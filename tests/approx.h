// Shared test helpers: approximate comparison of Eigen matrices that names the failing element,
// and running the outside reference scripts (tests/reference/*.py) with Debian's /usr/bin/python3.
#pragma once
#include <doctest/doctest.h>

#include <Eigen/Core>
#include <cmath>
#include <cstdio>
#include <random>
#include <sstream>
#include <string>

#include "solver/objective/objective_term.h"

namespace kith::test {

// Checks |a - b| <= abs_tol + rel_tol * |b| element by element; reports the first failure with
// its row, column and both values.
template <typename A, typename B>
void assert_near(const Eigen::MatrixBase<A>& a, const Eigen::MatrixBase<B>& b, double abs_tol, double rel_tol = 0.0,
                 const char* what = "matrix") {
  REQUIRE_MESSAGE(a.rows() == b.rows(), what << ": rows " << a.rows() << " vs " << b.rows());
  REQUIRE_MESSAGE(a.cols() == b.cols(), what << ": cols " << a.cols() << " vs " << b.cols());
  for (Eigen::Index i = 0; i < a.rows(); ++i)
    for (Eigen::Index j = 0; j < a.cols(); ++j) {
      const double x = double(a(i, j)), y = double(b(i, j));
      const bool ok = std::isfinite(x) && std::isfinite(y) && std::abs(x - y) <= abs_tol + rel_tol * std::abs(y);
      if (!ok) {
        std::ostringstream m;
        m.precision(17);
        m << what << "(" << i << ", " << j << "): " << x << " vs " << y << " (diff " << std::abs(x - y) << ", allowed "
          << abs_tol + rel_tol * std::abs(y) << ")";
        FAIL(m.str());
        return;
      }
    }
}

// Central finite differences of term.evaluate(y, nullptr) with step h, element by element:
// g(i, c) = (E(y + h e_ic) - E(y - h e_ic)) / 2h. The slow, obvious reference for every gradient.
kith::Points central_differences(kith::ObjectiveTerm& term, const kith::Points& y, double h);

// Is Debian's python with numpy/scikit-learn/scikit-image there? (The python3 first on PATH may
// lack numpy, so outside checks always use /usr/bin/python3.)
bool reference_python_available();

// Runs `/usr/bin/python3 tests/reference/SCRIPT args...`, returns its stdout; fails the test on a
// non-zero exit.
std::string run_reference(const std::string& script, const std::string& args = "");

// A fresh empty directory under the system temp folder, for one test's files.
std::string temp_dir(const std::string& name);

// N x D points: standard normal noise (seeded) plus SHIFT(i, c) on item i's coordinate c, which
// places the items in clusters.
template <class Shift>
kith::Points normal_points(int n, int d, uint64_t seed, Shift shift) {
  std::mt19937_64 rng(seed);
  std::normal_distribution<double> g;
  kith::Points x(n, d);
  for (int i = 0; i < n; ++i)
    for (int c = 0; c < d; ++c) x(i, c) = g(rng) + shift(i, c);
  return x;
}

}  // namespace kith::test
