/// Validates the coil and corrects its resistance to the winding temperature.
pub(crate) fn coil_values(c: &CoilParams) -> Result<Winding, ConfigError> {
    let l = f64::from(positive(Field::CoilInductance, c.inductance, 1e-6, 1e3)?);
    let r_ref = f64::from(positive(Field::CoilResistance, c.resistance, 1e-3, 1e5)?);
    let t_ref = f64::from(in_range(
        Field::CoilReferenceTemperature,
        c.reference_temperature,
        -100.0,
        300.0,
    )?);
    let alpha = f64::from(non_negative(
        Field::CoilTemperatureCoefficient,
        c.temperature_coefficient,
        0.02,
    )?);
    let t_wind = f64::from(in_range(
        Field::CoilWindingTemperature,
        c.winding_temperature,
        -100.0,
        300.0,
    )?);
    let cap = match c.node_capacitance {
        Some(v) => Some(f64::from(positive(
            Field::CoilNodeCapacitance,
            v,
            1e-15,
            1e-3,
        )?)),
        None => None,
    };
    let r = r_ref * (1.0 + alpha * (t_wind - t_ref));
    if !(1e-3..=1e5).contains(&r) {
        return Err(ConfigError::conflict(
            Field::CoilWindingTemperature,
            Conflict::ResistanceAtTemperature,
        ));
    }
    let sat = match c.saturation {
        Some(s) => {
            let at = f64::from(positive(
                Field::CoilSaturationCurrent,
                s.current,
                1e-4,
                1e4,
            )?);
            let ls = f64::from(positive(
                Field::CoilSaturatedInductance,
                s.inductance,
                1e-6,
                1e3,
            )?);
            if ls > l {
                return Err(ConfigError::conflict(
                    Field::CoilSaturatedInductance,
                    Conflict::SaturatedAboveInductance,
                ));
            }
            Some((at, ls))
        }
        None => None,
    };
    Ok(Winding { l, r, cap, sat })
}

/// Validates a switch against the maximum supply: `(on_resistance, breakdown)`.
pub(crate) fn switch_values(s: SwitchParams, v_max: f64) -> Result<(f64, f64), ConfigError> {
    let r_on = f64::from(non_negative(
        Field::SwitchOnResistance,
        s.on_resistance,
        1e3,
    )?);
    let bv = f64::from(positive(Field::SwitchBreakdown, s.breakdown, 1.0, 5000.0)?);
    if bv <= v_max {
        return Err(ConfigError::conflict(
            Field::SwitchBreakdown,
            Conflict::BreakdownNotAboveSupply,
        ));
    }
    Ok((r_on, bv))
}

/// Validates the control timing: `(period s, duty resolution, full-scale current A)`.
pub(crate) fn control_values(c: &ControlParams) -> Result<(f64, u32, f64), ConfigError> {
    let t = f64::from(positive(Field::ControlPeriod, c.period, 1e-7, 1.0)?);
    let n_full = c.duty_resolution;
    if !(1..=65_535).contains(&n_full) {
        return Err(ConfigError::new(
            Field::ControlDutyResolution,
            Problem::OutOfRange {
                min: 1.0,
                max: 65_535.0,
            },
        ));
    }
    let fs = f64::from(positive(
        Field::ControlCurrentFullScale,
        c.current_full_scale,
        1e-4,
        1e4,
    )?);
    Ok((t, n_full, fs))
}

/// Rounds volts to U16F16 bits, saturating.
pub(crate) fn volts_bits(v: f64) -> u32 {
    let x = libm::round(v * 65_536.0);
    if x <= 0.0 {
        0
    } else if x >= 4_294_967_295.0 {
        u32::MAX
    } else {
        x as u32
    }
}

════

In the listing above, find each line with "CoilWindingTemperature" and copy it.

        Field::CoilWindingTemperature,
            Field::CoilWindingTemperature,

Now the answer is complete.